Hanliang Wang 1 Shuowang Wang 2 Jin Wang 3 Yue Fang 2 Junwei Li 2 Yingying Shen 4 Jufeng Guo 5
Affiliations

Affiliations

  • 1 Department of Breast Surgery, Affiliated Hangzhou First People's Hospital, School of Medicine, Westlake University, Hangzhou, Zhejiang 310006, China; Department of Medical Oncology, Cancer Center of Zhejiang University, Sir Run Run Shaw Hospital, Medical School of Zhejiang University, Hangzhou, Zhejiang 310020, China.
  • 2 Medical School of Zhejiang University, Hangzhou, Zhejiang 310020, China.
  • 3 Department of Medical Oncology, Cancer Center of Zhejiang University, Sir Run Run Shaw Hospital, Medical School of Zhejiang University, Hangzhou, Zhejiang 310020, China.
  • 4 Department of Medical Oncology, Cancer Center of Zhejiang University, Sir Run Run Shaw Hospital, Medical School of Zhejiang University, Hangzhou, Zhejiang 310020, China.
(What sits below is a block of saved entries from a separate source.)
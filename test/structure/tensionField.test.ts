import fc from "fast-check";
import { expect, test } from "vitest";
import { buildStiffness } from "../../src/core/structure/cloth.ts";
import { relaxStress } from "../../src/core/structure/tensionField.ts";

const d = buildStiffness({ Ew: 600, Ef: 500, nuWf: 0.25, G: 20 });
const strains = fc.tuple(
  fc.double({ min: -0.02, max: 0.02, noNaN: true }),
  fc.double({ min: -0.02, max: 0.02, noNaN: true }),
  fc.double({ min: -0.04, max: 0.04, noNaN: true }),
);

function energyOf(e: readonly number[]): number {
  return (d.ww * e[0] * e[0] + 2 * d.wf * e[0] * e[1] + d.ff * e[1] * e[1] + d.g * e[2] * e[2]) / 2;
}

/** Relaxed energy by brute force: the least ½(E+P)ᵀD(E+P) over P = L Lᵀ, compass search from several starts. */
function bruteEnergy(e: readonly number[]): number {
  const at = (l: number[]) => energyOf([e[0] + l[0] * l[0], e[1] + l[1] * l[1] + l[2] * l[2], e[2] + 2 * l[0] * l[1]]);
  let best = Infinity;
  const size = Math.sqrt(Math.max(...e.map(Math.abs)));
  for (const start of [
    [0, 0, 0],
    [1, 0, 1],
    [1, 1, 0],
    [1, -1, 0],
    [0, 1, 1],
    [0.3, 0.3, 0],
    [0.3, -0.3, 0],
  ]) {
    let l = start.map((q) => q * size);
    let value = at(l);
    for (let h = size / 2; h > 1e-7 * size; ) {
      let better = false;
      for (let i = 0; i < 3; i++) {
        for (const way of [h, -h]) {
          const trial = l.slice();
          trial[i] += way;
          const v = at(trial);
          if (v < value) {
            l = trial;
            value = v;
            better = true;
          }
        }
      }
      if (!better) h /= 2;
    }
    best = Math.min(best, value);
  }
  return best;
}

test("the relaxed energy is the least over all wrinklings (second method: direct search)", () => {
  fc.assert(
    fc.property(strains, (e) => {
      const s = new Float64Array(3);
      relaxStress(d, e, s, new Float64Array(6));
      const det = d.ww * d.ff - d.wf * d.wf;
      const energy = ((d.ff * s[0] ** 2 - 2 * d.wf * s[0] * s[1] + d.ww * s[1] ** 2) / det + s[2] ** 2 / d.g) / 2;
      const brute = bruteEnergy(e);
      expect(energy).toBeLessThanOrEqual(brute + 1e-9);
      expect(brute).toBeLessThanOrEqual(energy + 1e-6);
    }),
    { numRuns: 150, seed: 7 },
  );
});

test("stress is never compressive, and the tangent is its derivative (central differences)", () => {
  fc.assert(
    fc.property(strains, (e) => {
      if (Math.hypot(...e) < 1e-4) return;
      const s = new Float64Array(3);
      const c = new Float64Array(6);
      const state = relaxStress(d, e, s, c);
      const least = (s[0] + s[1]) / 2 - Math.hypot((s[0] - s[1]) / 2, s[2]);
      expect(least).toBeGreaterThan(-1e-9);
      const full = [c[0], c[1], c[3], c[1], c[2], c[4], c[3], c[4], c[5]];
      const h = 1e-8;
      for (let j = 0; j < 3; j++) {
        const [up, down] = [h, -h].map((way) => {
          const trial = [...e];
          trial[j] += way;
          const out = new Float64Array(3);
          return { out, state: relaxStress(d, trial, out, new Float64Array(6)) };
        });
        if (up.state !== state || down.state !== state) continue;
        for (let i = 0; i < 3; i++)
          expect(Math.abs((up.out[i] - down.out[i]) / (2 * h) - full[3 * i + j])).toBeLessThan(0.05);
      }
    }),
    { numRuns: 300, seed: 11 },
  );
});

test("taut cloth follows the plain law, slack cloth carries nothing", () => {
  const s = new Float64Array(3);
  expect(relaxStress(d, [0.003, 0.003, 0.001], s, new Float64Array(6))).toBe(0);
  expect(s[0]).toBeCloseTo(d.ww * 0.003 + d.wf * 0.003, 12);
  expect(relaxStress(d, [-0.003, -0.003, 0.001], s, new Float64Array(6))).toBe(2);
  expect([...s]).toEqual([0, 0, 0]);
});

test("uniaxial stretch across free edges gives E·ε along the warp (closed form)", () => {
  const s = new Float64Array(3);
  // weft strain below the natural contraction −nuWf·ε: the cloth wrinkles and only the warp pulls
  expect(relaxStress(d, [0.004, -0.01, 0], s, new Float64Array(6))).toBe(1);
  expect(s[0]).toBeCloseTo(600 * 0.004, 9);
  expect(Math.abs(s[1])).toBeLessThan(1e-9);
});
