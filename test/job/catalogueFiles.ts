// The project's own catalogues, read as the command line reads them.
import { readFileSync } from "node:fs";
import { type Catalogues, readCatalogues } from "../../src/core/job/catalogues.ts";

export function readTemplate(name: string): unknown {
  return JSON.parse(readFileSync(new URL(`../../templates/${name}`, import.meta.url), "utf8"));
}

export function catalogueFiles() {
  return {
    fabrics: readTemplate("fabrics.json"),
    cables: readTemplate("cables.json"),
    turnbuckles: readTemplate("turnbuckles.json"),
    cautions: readTemplate("cautions.json"),
  };
}

export const catalogues: Catalogues = readCatalogues(catalogueFiles());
Electronic address: [email protected].
  • 5 Department of Breast Surgery, Affiliated Hangzhou First People's Hospital, School of Medicine, Westlake University, Hangzhou, Zhejiang 310006, China. Electronic address: [email protected].
Abstract

Multiple sclerosis (MS) is a group of disorder characterized by aberrant T cell reactivity toward self-antigens with loss of immunological tolerance, resulting in chronic inflammation and tissue damage. CD4+ Th cells can differentiate into Th1, Th2, Th17, and Treg cells in response to a specific class of pathogenic Microorganisms and to the cytokine milieu. Here, we found that tyrosine kinase inhibitor sorafenib (Sora), which had been approved by FDA for the treatment of tumor, could suppress pro-inflammatory Th1, Th17 cell differentiation, and promote anti-inflammatory Treg cell polarization. Furthermore, Sora suppressed Th1 and Th17 cell differentiation by STAT4 and TGF-β1 signaling, respectively. In addition, treatment with Sora in mice inhibited Th1, Th17 cell accumulation and promoted Treg cell gather in the brain, thus protecting mice from experimental autoimmune encephalomyelitis (EAE). These results suggest that Sora may be a potential treatment for autoimmune diseases.

Keywords

Multiple sclerosis; Sorafenib; Th1 cell; Th17 cell; Treg cell.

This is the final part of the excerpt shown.